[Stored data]
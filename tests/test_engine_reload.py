"""Reloading an emulator, going back to a save point, and halts on the fast path.

A sweep builds one emulator and reloads it thousands of times, so a reloaded
emulator must be indistinguishable from a new one; and a halt that the fast
path runs one micro-step a cycle, without walking the phase table, must
freeze exactly where the phase-by-phase stepping path freezes. Every machine
file of the project is checked (engine_support discovers them).
"""

from __future__ import annotations

import pytest
from hypothesis import given, settings
from hypothesis import strategies as st

from emu import Emulator, MachineError, Observer
from emu.engine import Ring
from emu.testing import programs

from engine_support import MACHINES, boot, full_state, skip_unless_properties_run

SETTINGS = settings(max_examples=30, deadline=None)


def _run_and_record(emu: Emulator, budgets) -> list:
    """Run each budget in turn, pressing RESUME after a halt; the full state after each run."""
    seen = []
    for budget in budgets:
        reason = emu.run(max_cycles=budget)
        seen.append((reason, full_state(emu)))
        if reason.kind == "halted":
            emu.press_resume()
    return seen


budgets = st.lists(st.integers(1, 60), min_size=1, max_size=8)
toggles = st.integers(0, 255)
streams = st.binary(max_size=4)


@pytest.mark.parametrize("observed", [False, True], ids=["fast", "stepped"])
@pytest.mark.parametrize("machine_name", sorted(MACHINES))
def test_a_reloaded_emulator_behaves_as_a_new_one(machine_name, observed):
    machine = MACHINES[machine_name]
    skip_unless_properties_run(machine)

    @SETTINGS
    @given(first=programs(machine), second=programs(machine), used=budgets, wanted=budgets,
           switches=toggles, data=streams)
    def check(first, second, used, wanted, switches, data):
        switches &= machine.data_mask
        new = boot(machine, second, switches, data)
        reused = boot(machine, first, 0x55 & machine.data_mask, b"old")
        if observed:
            new.observe(Observer())
            reused.observe(Observer())
        _run_and_record(reused, used)
        reused.reload([(0, second)], switches=switches, input_bytes=data)
        assert full_state(reused) == full_state(new)
        assert reused.warnings == new.warnings == []
        assert _run_and_record(reused, wanted) == _run_and_record(new, wanted)
        assert reused.warnings == new.warnings
    check()


@pytest.mark.parametrize("machine_name", sorted(MACHINES))
def test_rewinding_to_a_save_point_runs_the_same_again(machine_name):
    machine = MACHINES[machine_name]
    skip_unless_properties_run(machine)

    @SETTINGS
    @given(words=programs(machine), before=budgets, after=budgets, data=streams)
    def check(words, before, after, data):
        emu = boot(machine, words, input_bytes=data)
        _run_and_record(emu, before)
        point = emu.save_point()
        there = full_state(emu)
        first = _run_and_record(emu, after)
        emu.rewind(point)
        assert full_state(emu) == there
        assert _run_and_record(emu, after) == first
        other = Emulator(machine)
        other.rewind(point)
        assert _run_and_record(other, after) == first
    check()


def test_a_save_point_of_another_machine_is_refused():
    ref8, acc12 = MACHINES["ref8"], MACHINES["acc12"]
    point = Emulator(acc12).save_point()
    with pytest.raises(MachineError, match="save point is of machine 'acc12', not 'ref8'"):
        Emulator(ref8).rewind(point)


def test_reload_refuses_an_image_past_the_end_of_memory():
    machine = MACHINES["ref8"]
    emu = Emulator(machine)
    with pytest.raises(MachineError, match="past the 65536 words"):
        emu.reload([(0xFFFF, [1, 2])])


@pytest.mark.parametrize("machine_name", sorted(MACHINES))
def test_a_halt_on_the_fast_path_freezes_where_stepping_freezes(machine_name):
    """The fast path's halts, cycle limits inside a halting instruction and chunk
    callbacks land on the same cycle, phase, time, sequencer and latch as the
    stepping path's (an attached observer forces that path)."""
    machine = MACHINES[machine_name]
    skip_unless_properties_run(machine)

    @SETTINGS
    @given(words=programs(machine), runs=budgets, chunk_cycles=st.integers(1, 7))
    def check(words, runs, chunk_cycles):
        fast, stepped = boot(machine, words), boot(machine, words)
        stepped.observe(Observer())
        chunks = {id(fast): [], id(stepped): []}

        def note(emu):
            chunks[id(emu)].append((emu.cycles, emu.phase_index, emu.time_ns))

        for budget in runs:
            reasons = [emu.run(max_cycles=budget, chunk=note, chunk_cycles=chunk_cycles) for emu in (fast, stepped)]
            assert reasons[0] == reasons[1]
            assert full_state(fast) == full_state(stepped)
            if reasons[0].kind == "halted":
                fast.press_resume()
                stepped.press_resume()
        assert chunks[id(fast)] == chunks[id(stepped)]
    check()


def test_a_halt_walks_the_phase_table_only_from_its_last_cycle(monkeypatch):
    """ref8's halt: fetch and the halting step run as whole cycles; only the phases
    from the halt's falling edge to the hold point would be walked one by one, and
    on ref8 there are none: a hold point follows every falling edge (ref8.md,
    "Clock, halts and the panel")."""
    machine = MACHINES["ref8"]
    halt = next(ins for ins in machine.instructions if ins.mnemonic == "halt")
    walked = []
    real = Ring.run_phase
    monkeypatch.setattr(Ring, "run_phase", lambda ring: (walked.append(ring.index), real(ring)))
    emu = boot(machine, halt.encode({}))
    reason = emu.run(max_cycles=100)
    assert reason.kind == "halted" and emu.frozen
    assert emu.cycles == halt.cycles(machine).shortest
    assert walked == []
    assert machine.phases[emu.phase_index].hold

[Exercise objective] Give the exact lines, and only those, from the line containing "emu = Emulator(machine)" through the line containing "assert walked == []" in the entries above.

[Finished task]
    emu = Emulator(machine)
    with pytest.raises(MachineError, match="past the 65536 words"):
        emu.reload([(0xFFFF, [1, 2])])


@pytest.mark.parametrize("machine_name", sorted(MACHINES))
def test_a_halt_on_the_fast_path_freezes_where_stepping_freezes(machine_name):
    """The fast path's halts, cycle limits inside a halting instruction and chunk
    callbacks land on the same cycle, phase, time, sequencer and latch as the
    stepping path's (an attached observer forces that path)."""
    machine = MACHINES[machine_name]
    skip_unless_properties_run(machine)

    @SETTINGS
    @given(words=programs(machine), runs=budgets, chunk_cycles=st.integers(1, 7))
    def check(words, runs, chunk_cycles):
        fast, stepped = boot(machine, words), boot(machine, words)
        stepped.observe(Observer())
        chunks = {id(fast): [], id(stepped): []}

        def note(emu):
            chunks[id(emu)].append((emu.cycles, emu.phase_index, emu.time_ns))

        for budget in runs:
            reasons = [emu.run(max_cycles=budget, chunk=note, chunk_cycles=chunk_cycles) for emu in (fast, stepped)]
            assert reasons[0] == reasons[1]
            assert full_state(fast) == full_state(stepped)
            if reasons[0].kind == "halted":
                fast.press_resume()
                stepped.press_resume()
        assert chunks[id(fast)] == chunks[id(stepped)]
    check()


def test_a_halt_walks_the_phase_table_only_from_its_last_cycle(monkeypatch):
    """ref8's halt: fetch and the halting step run as whole cycles; only the phases
    from the halt's falling edge to the hold point would be walked one by one, and
    on ref8 there are none: a hold point follows every falling edge (ref8.md,
    "Clock, halts and the panel")."""
    machine = MACHINES["ref8"]
    halt = next(ins for ins in machine.instructions if ins.mnemonic == "halt")
    walked = []
    real = Ring.run_phase
    monkeypatch.setattr(Ring, "run_phase", lambda ring: (walked.append(ring.index), real(ring)))
    emu = boot(machine, halt.encode({}))
    reason = emu.run(max_cycles=100)
    assert reason.kind == "halted" and emu.frozen
    assert emu.cycles == halt.cycles(machine).shortest
    assert walked == []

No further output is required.